Mify-Coder-2.5B-8K is a 2.5B-parameter code-focused language model. It delivers frontier-grade performance in code generation, reasoning, and function calling tasks while maintaining compute efficiency and enterprise-grade safety. Unlike scale-first paradigms, Mify-Coder demonstrates that smaller models can achieve competitive results through principled data curation and optimized training strategies.

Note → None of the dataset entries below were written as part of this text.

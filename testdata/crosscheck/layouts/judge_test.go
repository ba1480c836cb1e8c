package layouts

import (
	"math"
	"testing"

	"gonum.org/v1/gonum/graph/simple"
	"gonum.org/v1/gonum/graph/topo"

	"maskpair/testdata/crosscheck/outside"
)

// This file asks the judges.

// question is a job of judge.py.
type question struct {
	Path         string
	Drawn        [][2]int
	Spacings     []int64
	Output       string
	MaskA, MaskB [2]int
}

// finding is what judge.py says of one spacing.
type finding struct {
	Figures, Shapes, NearPairs, Components, OddComponents int
	Pairs                                                 [][2]int64
	Unresolved, Lost, Torn                                int
	AreaA, AreaB                                          float64
}

func judge(t testing.TB, questions []question) [][]finding {
	t.Helper()
	outside.Packages(t, "python3-gdspy", "python3-shapely", "python3-networkx", "python3-numpy")
	found := outside.Ask[[]question, [][]finding](t, "judge.py", questions)
	if len(found) != len(questions) {
		t.Fatalf("%d answers to %d questions", len(found), len(questions))
	}
	return found
}

// hold holds a report and, where the finding has one, the output against a finding.
func hold(t *testing.T, r layer, f finding, withOutput bool) {
	t.Helper()
	for _, c := range []struct {
		what      string
		got, want int
	}{
		{"figures", r.Figures, f.Figures}, {"shapes", r.Shapes, f.Shapes}, {"near pairs", r.NearPairs, f.NearPairs},
		{"components", r.Components, f.Components}, {"components that two masks cannot do", r.Odd, f.OddComponents},
	} {
		if c.got != c.want {
			t.Errorf("%s: %d reported, %d by gdspy, shapely and networkx", c.what, c.got, c.want)
		}
	}
	if !withOutput {
		return
	}
	if f.Lost != 0 || f.Torn != 0 {
		t.Errorf("%d figures are lost, doubled or changed in the output, %d shapes are not on one mask", f.Lost, f.Torn)
	}
	if r.Unresolved != f.Unresolved {
		t.Errorf("%d unresolved pairs reported, %d in the output", r.Unresolved, f.Unresolved)
	}
	// GEOS merges in floating point; the areas are whole, or fractions where slanted edges cross.
	if math.Abs(r.MaskArea.A-f.AreaA) > 1e-9*(1+f.AreaA) || math.Abs(r.MaskArea.B-f.AreaB) > 1e-9*(1+f.AreaB) {
		t.Errorf("areas %g and %g reported, %g and %g in the output", r.MaskArea.A, r.MaskArea.B, f.AreaA, f.AreaB)
	}
}

// double gives the components of a near-pair graph by gonum, and those that have no odd cycle: in the double cover, where a
// pair leads from one sheet to the other, their two copies of a shape do not hang together.
func double(shapes int, pairs [][2]int64) (components, odd int, of []int) {
	g, cover := simple.NewUndirectedGraph(), simple.NewUndirectedGraph()
	n := int64(shapes)
	for v := range n {
		g.AddNode(simple.Node(v))
		cover.AddNode(simple.Node(v))
		cover.AddNode(simple.Node(n + v))
	}
	for _, p := range pairs {
		g.SetEdge(g.NewEdge(simple.Node(p[0]), simple.Node(p[1])))
		cover.SetEdge(cover.NewEdge(simple.Node(p[0]), simple.Node(n+p[1])))
		cover.SetEdge(cover.NewEdge(simple.Node(n+p[0]), simple.Node(p[1])))
	}
	of = make([]int, shapes)
	parts := topo.ConnectedComponents(g)
	for i, c := range parts {
		for _, v := range c {
			of[v.ID()] = i
		}
	}
	// A component that can be done has two parts in the cover, one that cannot has one.
	return len(parts), 2*len(parts) - len(topo.ConnectedComponents(cover)), of
}

// problem is a question to milp.py: unit weights, opposite masks.
type problem struct {
	Nodes int
	Edges []edge
	Fixed []int8
	Cost  [][2]int64
}

type edge struct {
	U, V, Weight int
	Same         bool
}

// problems cuts a near-pair graph into its components that have at least as many pairs as shapes; trees are never odd.
func problems(components int, of []int, pairs [][2]int64) []problem {
	parts := make([]problem, components)
	number := make([]int, len(of))
	for v, c := range of {
		number[v] = parts[c].Nodes
		parts[c].Nodes++
	}
	for _, p := range pairs {
		c := of[p[0]]
		parts[c].Edges = append(parts[c].Edges, edge{U: number[p[0]], V: number[p[1]], Weight: 1})
	}
	var out []problem
	for _, p := range parts {
		if len(p.Edges) >= p.Nodes {
			out = append(out, p)
		}
	}
	return out
}

// optimum gives the least number of unresolved pairs, by HiGHS.
func optimum(t testing.TB, parts []problem) int64 {
	t.Helper()
	if len(parts) == 0 {
		return 0
	}
	var sum int64
	for _, v := range outside.Ask[[]problem, []int64](t, "../graphs/milp.py", parts) {
		sum += v
	}
	return sum
}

Developed by: Infosys Ltd.


Architecture & Training

  • Base Model: Mify-2.5B
  • Training Phases:
    • Continual Pretraining (CPT): Next-token prediction with Fill-in-the-Middle (FIM) for structural infilling.
    • Supervised Fine-Tuning (SFT): Instruction alignment for coding tasks, multi-turn dialogues, function calling, and safety.
  • Optimization:
    • BF16 mixed precision, Grouped Query Attention (GQA), and Distributed Fused Adam optimizer.
    • Specialized tokenization with syntax markers and reasoning tokens for advanced behaviors.

Performance Highlights

Category Benchmark # Shots Metric Scores
Code Gen MBPP 0 pass@1 89.23%
Code Gen MBPP+ 0 pass@1 88.89%
Code Gen HumanEval 0 pass@1 53.05%
Code Gen HumanEval+ 0 pass@1 46.95%
Code Gen NumpyEval 0 pass@1 56.44%
Code Gen PandasEval 0 pass@1 53.47%
Tool Use BFCL v1 0 acc 79.19%
Tool Use BFCL v2 0 acc 55.26%
  • Outperforms larger models on algorithmic reasoning tasks while maintaining competitive general coding and security-oriented capabilities.

Responsible AI & Safety

  • Integrated safety objectives during SFT.
  • Balanced harmful/general sample ratio (1:4) for secure code generation and ethical language use.
  • Validated against Stanford AirBench and CyberSecEval benchmarks.

Deployment & Future Work

  • Quantization: FP8 and AWQ for efficient inference; optimized with TensorRT-LLM.